Inside the CPA Exam: ‘Why Are You Not a Certified Public Accountant?’

Students frequently used to ask me, "Dr. Tapis, why are you not a CPA?" It was a valid question. Four other professional certifications I had earned helped me immensely earlier in my career when I worked for an IT and management consulting group of a regional public accounting firm in the US, but the fact that I had not earned the CPA credential was always on my mind.

I decided to use my spring sabbatical to take the CPA exam so I would not have to field that question again.

Three factors led me to that decision. First, as a member of the accounting faculty at my institution, I felt it was necessary to have a CPA license. Since we as educators consistently encourage students to take the CPA exam, it makes sense for us to hold the credential.

Second, preparing for and taking the exam in its current format provided me an opportunity to see exactly what a CPA exam candidate experiences—and the time and money that need to be invested to succeed.
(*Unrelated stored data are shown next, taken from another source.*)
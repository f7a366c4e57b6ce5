/**
 * CSV downloads (papaparse `unparse`): profiles of a snapshot, residual histories and measurements.
 * Each file has one header row `label [unit]` (`[-]` for dimensionless, as in `src/lib/csv.ts`) and numbers in full double precision (JavaScript's
 * shortest round-trip form), so a measurement exported here reads back through
 * `parseMeasurementCsv` unchanged. Text cells that a spreadsheet would run as a formula are
 * escaped; a missing or non-finite number is an empty cell.
 */
import Papa from 'papaparse';
import { findUnit, fromSi, kindSpecs, type MeasurementKind } from './kinds.js';
import { fieldInfo } from '../fields.js';

export interface CsvColumn {
	label: string;
	/** SI unit written in the header, `1` for dimensionless */
	unit: string;
	values: ArrayLike<number>;
}

function header(label: string, unit: string): string {
	return `${label} [${unit === '1' || unit === '' ? '-' : unit}]`;
}

function cell(v: number | undefined): number | string {
	return v === undefined || !Number.isFinite(v) ? '' : v;
}

/** Columns of equal length side by side, one header row. Line ends are CRLF (RFC 4180). */
export function columnsToCsv(opts: { columns: CsvColumn[] }): string {
	const { columns } = opts;
	if (columns.length === 0) throw new Error('columnsToCsv needs at least one column');
	const n = columns[0].values.length;
	for (const c of columns) if (c.values.length !== n) throw new Error(`Column "${c.label}" has ${c.values.length} values, expected ${n}`);
	const data: Array<Array<number | string>> = [];
	for (let i = 0; i < n; i++) data.push(columns.map((c) => cell(c.values[i])));
	return Papa.unparse({ fields: columns.map((c) => header(c.label, c.unit)), data }, { escapeFormulae: true });
}

/** Units of the fields a snapshot may hold, for the header; unknown names are written with `?`. */
export const fieldUnits: Record<string, string> = Object.fromEntries(Object.entries(fieldInfo).map(([id, f]) => [id, f.unit]));

/**
 * A snapshot's profiles: position first, then every field in name order.
 * `positionLabel` is e.g. `height above the sparger` or `radius`.
 */
export function profilesToCsv(opts: {
	x: ArrayLike<number>;
	fields: Record<string, ArrayLike<number>>;
	positionLabel: string;
	positionUnit?: string;
	units?: Record<string, string>;
}): string {
	const units = { ...fieldUnits, ...(opts.units ?? {}) };
	const names = Object.keys(opts.fields).sort();
	return columnsToCsv({
		columns: [
			{ label: opts.positionLabel, unit: opts.positionUnit ?? 'm', values: opts.x },
			...names.map((name) => ({ label: name, unit: units[name] ?? '?', values: opts.fields[name] }))
		]
	});
}

/**
 * A residual history: step, simulated time, then every residual name that occurs (a name absent
 * in a row leaves the cell empty). Residuals are dimensionless.
 */
export function residualHistoryToCsv(opts: { rows: Array<{ step: number; timeS: number; residuals: Record<string, number> }> }): string {
	const names = [...new Set(opts.rows.flatMap((r) => Object.keys(r.residuals)))].sort();
	const fields = ['step [-]', 'time [s]', ...names.map((n) => header(n, '1'))];
	const data = opts.rows.map((r) => [r.step, cell(r.timeS), ...names.map((n) => cell(r.residuals[n]))]);
	return Papa.unparse({ fields, data }, { escapeFormulae: true });
}

/**
 * A measurement, in SI by default or in the given unit ids (those of `unitsByQuantity`), so an
 * analyst can download what was uploaded in the units it came in.
 */
export function measurementToCsv(opts: { kind: MeasurementKind; x: ArrayLike<number>; y: ArrayLike<number>; xUnit?: string; yUnit?: string }): string {
	const spec = kindSpecs[opts.kind];
	const xu = opts.xUnit ? findUnit(spec.x.quantity, opts.xUnit) : null;
	const yu = opts.yUnit ? findUnit(spec.y.quantity, opts.yUnit) : null;
	if (opts.xUnit && !xu) throw new Error(`Unknown unit "${opts.xUnit}" for ${spec.x.label}`);
	if (opts.yUnit && !yu) throw new Error(`Unknown unit "${opts.yUnit}" for ${spec.y.label}`);
	const xs = Array.from(opts.x, (v) => (xu ? fromSi(v, xu) : v));
	const ys = Array.from(opts.y, (v) => (yu ? fromSi(v, yu) : v));
	return columnsToCsv({
		columns: [
			{ label: spec.x.label, unit: xu ? xu.id : spec.x.siUnit, values: xs },
			{ label: spec.y.label, unit: yu ? yu.id : spec.y.siUnit, values: ys }
		]
	});
}

/** A safe download file name from free text: letters, digits, dot, dash and underscore only. */
export function csvFileName(...parts: string[]): string {
	const base = parts
		.map((p) => p.trim().replace(/[^A-Za-z0-9._-]+/g, '-').replace(/^[-.]+|[-.]+$/g, ''))
		.filter((p) => p !== '')
		.join('_');
	return `${base || 'export'}.csv`;
}
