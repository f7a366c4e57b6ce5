/**
 * Reading a measurement file: CSV (papaparse) with two columns — position or time first, the
 * measured value second — in the units the uploader names. The result is the table in SI or the
 * list of every problem found, each naming the row and the column.
 *
 * File rules:
 * - at most {@link MAX_FILE_BYTES} bytes (400 KiB, inside the app server's default 512 kB request
 *   limit with room for the form fields) and {@link MAX_DATA_ROWS} data rows (20 000: a
 *   dissolved-oxygen logger at one reading a second fills five and a half hours);
 * - an optional header row (a first row whose cells are all non-numeric); blank lines are skipped;
 * - tab, semicolon or comma as the delimiter (in that order of preference); a point as the decimal
 *   separator;
 * - row numbers count the records of the file from 1, the header included, as a spreadsheet shows them.
 */
import Papa from 'papaparse';
import { findUnit, kindSpecs, toSi, type ColumnSpec, type MeasurementKind, type Unit } from './kinds.js';

export const MAX_FILE_BYTES = 409_600;
export const MAX_DATA_ROWS = 20_000;
/** Beyond this many problems the list ends with a count of the rest: nobody reads 20 000 lines. */
const MAX_LISTED_ISSUES = 50;

export interface CsvIssue {
	/** file row (1-based, header included), or null for a problem of the whole file */
	row: number | null;
	/** 1 or 2, or null */
	column: number | null;
	message: string;
}

export interface MeasurementTable {
	kind: MeasurementKind;
	/** x (position or time) in SI, strictly increasing */
	x: number[];
	/** measured value in SI */
	y: number[];
	/** the values as written in the file, for the preview */
	source: { x: number[]; y: number[]; xUnit: string; yUnit: string };
	/** the header row, if the file had one */
	header: [string, string] | null;
	/** file row of each point */
	rows: number[];
}

export type ParseResult = { ok: true; table: MeasurementTable } | { ok: false; errors: CsvIssue[] };

export interface ParseOptions {
	text: string;
	kind: MeasurementKind;
	/** unit id of column 1 (see `unitsByQuantity`) */
	xUnit: string;
	/** unit id of column 2 */
	yUnit: string;
	/** column height (sparger to top), m: required for the kinds measured along the height */
	columnHeightM?: number;
	maxBytes?: number;
	maxRows?: number;
}

const NUMBER = /^[+-]?(\d+\.?\d*|\.\d+)([eE][+-]?\d+)?$/;
const DECIMAL_COMMA = /^[+-]?\d+,\d+$/;

function isBlank(cells: string[]): boolean {
	return cells.every((c) => c.trim() === '');
}

function looksNumeric(cell: string): boolean {
	const t = cell.trim();
	return NUMBER.test(t) || DECIMAL_COMMA.test(t);
}

/**
 * Tab if the file has tabs, else semicolon if it has semicolons (the spreadsheet export where the
 * comma is the decimal separator), else comma. Papaparse's own guess is left aside because a
 * semicolon file with decimal commas looks to it like a comma file.
 */
function chooseDelimiter(text: string): string {
	if (text.includes('\t')) return '\t';
	if (text.includes(';')) return ';';
	return ',';
}

/** Shortest readable form of an SI number for messages. */
function fmt(v: number): string {
	return Number.isInteger(v) ? String(v) : String(Number(v.toPrecision(6)));
}

/** Parse and check a measurement file; never throws. */
export function parseMeasurementCsv(opts: ParseOptions): ParseResult {
	const spec = kindSpecs[opts.kind];
	const maxBytes = opts.maxBytes ?? MAX_FILE_BYTES;
	const maxRows = opts.maxRows ?? MAX_DATA_ROWS;
	const errors: CsvIssue[] = [];

	const xUnit = findUnit(spec.x.quantity, opts.xUnit);
	const yUnit = findUnit(spec.y.quantity, opts.yUnit);
	if (!xUnit) errors.push({ row: null, column: 1, message: `Column 1 (${spec.x.label}): unknown unit "${opts.xUnit}"` });
	if (!yUnit) errors.push({ row: null, column: 2, message: `Column 2 (${spec.y.label}): unknown unit "${opts.yUnit}"` });
	let heightM = Infinity;
	if (spec.xIsHeight) {
		if (opts.columnHeightM === undefined || !(opts.columnHeightM > 0)) {
			errors.push({ row: null, column: null, message: 'The column height is needed to check the heights, and it is not set' });
		} else heightM = opts.columnHeightM;
	}
	if (errors.length) return { ok: false, errors };

	const bytes = new TextEncoder().encode(opts.text).length;
	if (bytes > maxBytes) {
		return { ok: false, errors: [{ row: null, column: null, message: `The file is ${bytes} bytes; the limit is ${maxBytes} bytes` }] };
	}
	const text = opts.text.replace(/^\uFEFF/, '');
	if (text.trim() === '') return { ok: false, errors: [{ row: null, column: null, message: 'The file is empty' }] };

	const parsed = Papa.parse<string[]>(text, { header: false, skipEmptyLines: false, dynamicTyping: false, delimiter: chooseDelimiter(text) });
	// field counts are checked per row below, with the column names; only quoting errors come from here
	for (const e of parsed.errors) {
		if (e.type === 'Quotes') errors.push({ row: (e.row ?? 0) + 1, column: null, message: `Row ${(e.row ?? 0) + 1}: ${e.message}` });
	}
	const records = parsed.data;

	let first = records.findIndex((r) => !isBlank(r));
	let header: [string, string] | null = null;
	const firstCells = first >= 0 ? records[first].map((c) => c.trim()).filter((c) => c !== '') : [];
	if (firstCells.length > 0 && firstCells.every((c) => !looksNumeric(c))) {
		const h = records[first].map((c) => c.trim());
		header = [h[0] ?? '', h[1] ?? ''];
		first += 1;
	}
	const dataIdx: number[] = [];
	for (let i = Math.max(first, 0); i < records.length; i++) if (!isBlank(records[i])) dataIdx.push(i);
	if (first < 0 || dataIdx.length === 0) {
		errors.push({ row: null, column: null, message: header ? 'The file has a header row but no data rows' : 'The file is empty' });
		return { ok: false, errors };
	}
	if (dataIdx.length > maxRows) {
		errors.push({ row: null, column: null, message: `The file has ${dataIdx.length} data rows; the limit is ${maxRows}` });
		return { ok: false, errors };
	}

	const name = (col: 1 | 2): string => {
		const c: ColumnSpec = col === 1 ? spec.x : spec.y;
		const h = header?.[col - 1];
		return h && h !== c.label ? `column ${col} (${h}: ${c.label})` : `column ${col} (${c.label})`;
	};
	const cellValue = (row: number, col: 1 | 2, raw: string | undefined): number | null => {
		const t = (raw ?? '').trim();
		if (t === '') {
			errors.push({ row, column: col, message: `Row ${row}, ${name(col)}: the value is missing` });
			return null;
		}
		if (!NUMBER.test(t)) {
			const hint = DECIMAL_COMMA.test(t) ? ' (use a point as the decimal separator)' : '';
			errors.push({ row, column: col, message: `Row ${row}, ${name(col)}: "${t}" is not a number${hint}` });
			return null;
		}
		const v = Number(t);
		if (!Number.isFinite(v)) {
			errors.push({ row, column: col, message: `Row ${row}, ${name(col)}: "${t}" is out of the number range` });
			return null;
		}
		return v;
	};

	const table: MeasurementTable = {
		kind: opts.kind,
		x: [],
		y: [],
		source: { x: [], y: [], xUnit: (xUnit as Unit).id, yUnit: (yUnit as Unit).id },
		header,
		rows: []
	};
	// the last accepted position, for the order check
	let prev: { x: number; row: number } | null = null;
	const positionWord = spec.x.quantity === 'time' ? 'time' : 'position';

	for (const i of dataIdx) {
		const row = i + 1;
		const cells = records[i];
		// spreadsheets often write trailing delimiters: empty cells beyond the second are ignored
		const extra = cells.slice(2);
		if (cells.length < 2 || !isBlank(extra)) {
			errors.push({
				row,
				column: null,
				message: `Row ${row}: expected 2 values (${spec.x.label}, ${spec.y.label}), found ${cells.length - extra.filter((c) => c.trim() === '').length}`
			});
			continue;
		}
		const xv = cellValue(row, 1, cells[0]);
		const yv = cellValue(row, 2, cells[1]);
		let xSi: number | null = null;
		if (xv !== null) {
			xSi = toSi(xv, xUnit as Unit);
			if (!Number.isFinite(xSi)) {
				// a huge value in a large unit (1e306 h) overflows in SI
				errors.push({ row, column: 1, message: `Row ${row}, ${name(1)}: ${fmt(xv)} ${(xUnit as Unit).id} is out of the number range in SI` });
				xSi = null;
			} else if (spec.xIsHeight && (xSi < 0 || xSi > heightM)) {
				errors.push({ row, column: 1, message: `Row ${row}, ${name(1)}: ${fmt(xSi)} m is outside the column (0 to ${fmt(heightM)} m above the sparger)` });
			} else if (xSi < spec.xRange[0] || xSi > spec.xRange[1]) {
				const what = spec.x.quantity === 'time' ? 'a time must not be negative' : 'r/R must lie between 0 and 1';
				errors.push({ row, column: 1, message: `Row ${row}, ${name(1)}: ${fmt(xSi)} is out of range (${what})` });
			}
			if (prev && xSi !== null) {
				if (xSi === prev.x) {
					errors.push({ row, column: 1, message: `Row ${row}, ${name(1)}: duplicate ${positionWord} ${fmt(xv)} ${(xUnit as Unit).id} (also in row ${prev.row})` });
				} else if (xSi < prev.x) {
					errors.push({
						row,
						column: 1,
						message: `Row ${row}, ${name(1)}: ${positionWord}s must increase down the file, but ${fmt(xv)} ${(xUnit as Unit).id} follows a larger value in row ${prev.row}`
					});
				}
			}
			if (xSi !== null && (!prev || xSi > prev.x)) prev = { x: xSi, row };
		}
		let ySi: number | null = null;
		if (yv !== null) {
			ySi = toSi(yv, yUnit as Unit);
			if (!Number.isFinite(ySi)) {
				errors.push({ row, column: 2, message: `Row ${row}, ${name(2)}: ${fmt(yv)} ${(yUnit as Unit).id} is out of the number range in SI` });
				ySi = null;
			} else if (ySi < spec.yRange[0] || ySi > spec.yRange[1]) {
				errors.push({ row, column: 2, message: `Row ${row}, ${name(2)}: ${fmt(yv)} ${(yUnit as Unit).id} is out of range (${spec.yRangeText})` });
			}
		}
		if (xv !== null && yv !== null && xSi !== null && ySi !== null) {
			table.x.push(xSi);
			table.y.push(ySi);
			table.source.x.push(xv);
			table.source.y.push(yv);
			table.rows.push(row);
		}
	}

	if (errors.length) {
		if (errors.length > MAX_LISTED_ISSUES) {
			const rest = errors.length - MAX_LISTED_ISSUES;
			errors.length = MAX_LISTED_ISSUES;
			errors.push({ row: null, column: null, message: `… and ${rest} more problems` });
		}
		return { ok: false, errors };
	}
	return { ok: true, table };
}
Finally, I wanted to use the experience to develop new teaching approaches that would better prepare students to succeed in their ultimate goal: earning one of the most respected credentials in business.

The remainder of this article is organized as follows. First, I discuss two important lessons I learned from taking the CPA exam. Second, I discuss how studying for and taking the exam has affected my teaching.

Finally, I discuss how earning a CPA credential can lay the foundation for closing the gap between practitioners and academics.

Preparing for the exam involves mastering different skills. The multiple-choice questions are conceptual and require calculations. The task-based simulation portion requires the application of the concepts

Lessons Learned

I learned two primary lessons from this experience:

  • Don't underestimate the difficulty of the exam
  • A significant amount of preparation time is required to pass the exam

These points cannot be stressed enough to accounting students, and it is important for educators to communicate them throughout students' entire accounting program. Many students contact me after taking their first CPA exam section, shocked at the difficulty and amount of study time required.

There is no getting around the fact that the Uniform CPA Examination in the US is difficult. Some professional examinations focus on a plethora of topics, but lack depth. In contrast, the CPA exam focuses on a plethora of topics and is comprehensive in depth.

This requires candidates to memorize and understand a tremendous amount of material. Preparing for each section of the CPA exam involves a significant investment of time. This is discussed more in the next section.

The exam's difficulty is evidenced by the passing percentages. For example, in 2014, the pass rates for the different sections ranged from a low of 46.35% (Auditing and Attestation) to a high of 55.46% (Business Environment and Concepts). When I began studying for the exam, the knowledge of the low pass rates motivated me to increase my time commitment and made clear the difficulty of the task ahead.

Financial Accounting and Reporting

The current exam format includes two three-hour sections (Regulation and Business Environment and Concepts) and two four-hour sections (Financial Accounting and Reporting, and Auditing and Attestation) consisting of both multiple-choice questions and task-based simulations. (Note that proposed changes to the exam that would take effect in 2017 would allot four hours for each section and increase the focus on task-based simulations.)

Preparing for the multiple-choice and the task-based simulation portions of the exam involves mastering different skills. The multiple-choice questions are conceptual and require calculations. The task-based simulation portion requires the application of the concepts.